The model will group the tiers based on the different scenarios required by the pavement maintenance management authority. The model will optimize the decision based on the pavement defect type, frequency, and low-cost solution.
4. Conclusions
PMSs are of key interest but limited attempts have been made for low-cost PMSs globally; limited attempts have been made in Pakistan where existing models cannot work efficiently due to varying local conditions. GIS is mainly used for the graphical representation of pavement maintenance schemes, with the combination of surveys, case studies, machine learning, deep learning, SPSS, and PLS as decision-making tools for PMS indicators. Limited attempts have been made using PLS.
Bumps/sags (3.17) are major defects that have been reported by pavement experts in Pakistan, followed by fatigue cracks (3.07). Rutting (2.98) and rut depth (2.98) are the third key defects reported in this study. Depression (2.96), potholes (2.76), longitudinal cracks (2.69), edge cracks (2.55), roughness (2.51), and deflection (2.50) are also regular defects in pavement maintenance activities in Pakistan.
The correlation test of structural indicators shows that defection, fatigue cracks, longitudinal cracks, traverse cracks, and block cracks reject the null hypothesis; thus, there are close relationships between these defects in flexible pavements. When deflection is observed in flexible pavements, there can also possibly be fatigue cracks, longitudinal cracks, traverse cracks, and block cracks. Similarly, correlation tests of functional indicators show that rutting, shoving, raveling, bleeding, depression, and bumps reject the null hypothesis under one category; thus, there are close relationships between these defects in flexible pavements.
The correlation test of safety indicators shows that skid resistance, potholes, edge cracks, and rut depth reject the null hypothesis under one category; thus, there are close relationships between these defects in flexible pavements. Likewise, the correlation test of serviceability indicators shows that roughness, slippage cracks, and poor drainage reject the null hypothesis; thus, there are close relationships between these defects in flexible pavements.

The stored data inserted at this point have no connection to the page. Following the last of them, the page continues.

describe('just intonation from the tonic (fixed 5-limit scale)', () => {
  it.each([
    ['C4', '1/1'], ['D4', '9/8'], ['E4', '5/4'], ['F4', '4/3'], ['G4', '3/2'], ['A4', '5/3'], ['B4', '15/8'],
  ])('C major: %s is %s above the tonic (5-limit major scale, common practice)', (note, ratio) => {
    const r = computeTargets(drillOf([{ notes: note, symbol: 'C' }]), { name: 'just-tonic' })
    const n = r.chords[0]!.notes[0]!
    const [num, den] = ratio.split('/').map(Number)
    expect(n.centsFromEqual).toBeCloseTo(ratioCents(num!, den!) - 100 * (n.midi - 60), 9)
  })

  it.each([
    ['C4', 0], ['D4', 3.910], ['Eb4', 15.641], ['F4', -1.955], ['G4', 1.955], ['Ab4', 13.686], ['Bb4', 17.596],
  ])('C minor: %s is %f ¢ from equal (5-limit minor scale 1, 9/8, 6/5, 4/3, 3/2, 8/5, 9/5)', (note, cents) => {
    const r = computeTargets(drillOf([note], { key: 'C minor' }), { name: 'just-tonic' })
    expect(r.chords[0]!.notes[0]!.centsFromEqual).toBeCloseTo(cents, 3)
  })

  it('the supertonic chord meets the comma: its fifth D–A is 40/27, 680.449 ¢, a syntonic comma narrow (common practice)', () => {
    const r = computeTargets(drillOf(['C3 G3 E4 C5', 'D3 A3 F4 D5']), { name: 'just-tonic' })
    const ii = byNote(r.chords[1]!.notes)
    expect(ii.A3!.ratio).toBe('40/27')
    expect(ratioCents(40, 27)).toBeCloseTo(680.449, 3) // 1200·log2(40/27)
    expect(ratioCents(3, 2) - ratioCents(40, 27)).toBeCloseTo(21.506, 3) // the syntonic comma
    const fifth = r.warnings.find(w => w.code === 'comma' && /fifth/.test(w.message))
    expect(fifth).toMatchObject({ chord: 1 })
    expect(fifth!.message).toMatch(/Chord 2.*D–A is 40\/27 \(680\.449 ¢\), a syntonic comma \(81\/80, 21\.506 ¢\) narrower than pure 3\/2/)
    // D–F is 32/27, a comma narrower than 6/5 as well; the tonic chord has no warning.
    expect(r.warnings.filter(w => w.chord === 1).map(w => w.message).join('\n')).toMatch(/D–F is 32\/27/)
    expect(r.warnings.filter(w => w.chord === 0)).toEqual([])
  })

  it('places the tonic on its equal-tempered frequency at the reference pitch', () => {
    const r = computeTargets(drillOf(['Eb4 G4 Bb4'], { key: 'Eb major' }), { name: 'just-tonic' }, 442)
    expect(byNote(r.chords[0]!.notes).Eb4!.targetHz).toBeCloseTo(442 * 2 ** ((63 - 69) / 12), 9)
  })

  it('the tonic option moves the scale', () => {
    const r = computeTargets(drillOf(['G3 B3 D4']), { name: 'just-tonic', tonic: 'G' })
    expect(byNote(r.chords[0]!.notes).G3!.centsFromEqual).toBe(0)
    expect(byNote(r.chords[0]!.notes).B3!.centsFromEqual).toBeCloseTo(-13.686, 3)
  })
})
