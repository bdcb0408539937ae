import { Pressable, StyleSheet, Text, View } from 'react-native';

import { PageTitle } from '@/components/page-title';
import { Body, Card, Heading, Small, Title } from '@/components/ui';
import { type Units, useUnits } from '@/components/units';
import { colors, space, type } from '@/shared/theme';
import { DeliveryProblemsCard } from './delivery-problems-card';
import { EmailPrefsCard } from './email-prefs-card';

const CHOICES: { key: keyof Units; label: string; options: { value: string; label: string }[] }[] = [
  { key: 'power', label: 'Device power', options: [{ value: 'W', label: 'Watts (W)' }, { value: 'A', label: 'Amps at the battery (A)' }] },
  { key: 'energy', label: 'Energy', options: [{ value: 'Ah', label: 'Amp-hours (Ah)' }, { value: 'Wh', label: 'Watt-hours (Wh)' }] },
  { key: 'temperature', label: 'Temperature', options: [{ value: 'C', label: '°C' }, { value: 'F', label: '°F' }] },
  { key: 'wire', label: 'Wire sizes', options: [{ value: 'AWG', label: 'AWG' }, { value: 'mm2', label: 'mm²' }] },
];

/** Settings: e-mail preferences (kept on the server), units (kept on this device), and for admins the e-mail failures. */
export function SettingsScreen({ isAdmin = false }: { isAdmin?: boolean }) {
  const { units, setUnits } = useUnits();
  return (
    <View style={{ gap: space.lg }} testID="settings-screen">
      <PageTitle parts={['Settings']} />
      <Title>Settings</Title>
      <EmailPrefsCard />
      <Card>
        <Heading>Units</Heading>
        <Small>Kept on this device. The model always works in amps and amp-hours at the battery.</Small>
        {CHOICES.map((c) => (
          <View key={c.key} style={{ gap: space.xs }} role="radiogroup" aria-label={c.label}>
            <Body>{c.label}</Body>
            <View style={styles.row}>
              {c.options.map((o) => {
                const on = units[c.key] === o.value;
                return (
                  <Pressable key={o.value} role="radio" aria-checked={on} testID={`unit-${c.key}-${o.value}`} onPress={() => setUnits({ ...units, [c.key]: o.value } as Units)} style={[styles.chip, on && styles.chipOn]}>
                    <Text style={[styles.chipText, on && styles.chipTextOn]}>{o.label}</Text>
                  </Pressable>
                );
              })}
            </View>
          </View>
        ))}
      </Card>
      {isAdmin ? <DeliveryProblemsCard /> : null}
    </View>
  );
}

const styles = StyleSheet.create({
  row: { flexDirection: 'row', gap: space.sm, flexWrap: 'wrap' },
  chip: { borderWidth: 1, borderColor: colors.line, borderRadius: 999, paddingHorizontal: space.md, paddingVertical: space.xs + 2, backgroundColor: colors.card },
  chipOn: { backgroundColor: colors.night, borderColor: colors.night },
  chipText: { ...type.small, color: colors.ink, fontFamily: 'Nunito_700Bold' },
  chipTextOn: { color: colors.paper },
});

The proposed model works in three stages—case selection, indicator selection, followed by sub-indicator selection. Each case represents a different real practical scenario; cost is the key feature in the defect selection criteria (and the possible treatment selection). The model has a simple operating method, which is user-friendly with limited numeric calculations. This model will assist the decision-makers in pavement maintenance to make condition-based decisions and utilize limited funds to ensure the functionality and serviceability of roads.
The model can also be used for rigid pavements with some modifications in the sub-indicators (only where the cases and indicators can be the same for both classes of pavements). The model can be extended to any mobile application for easy and rapid decision-making for the users.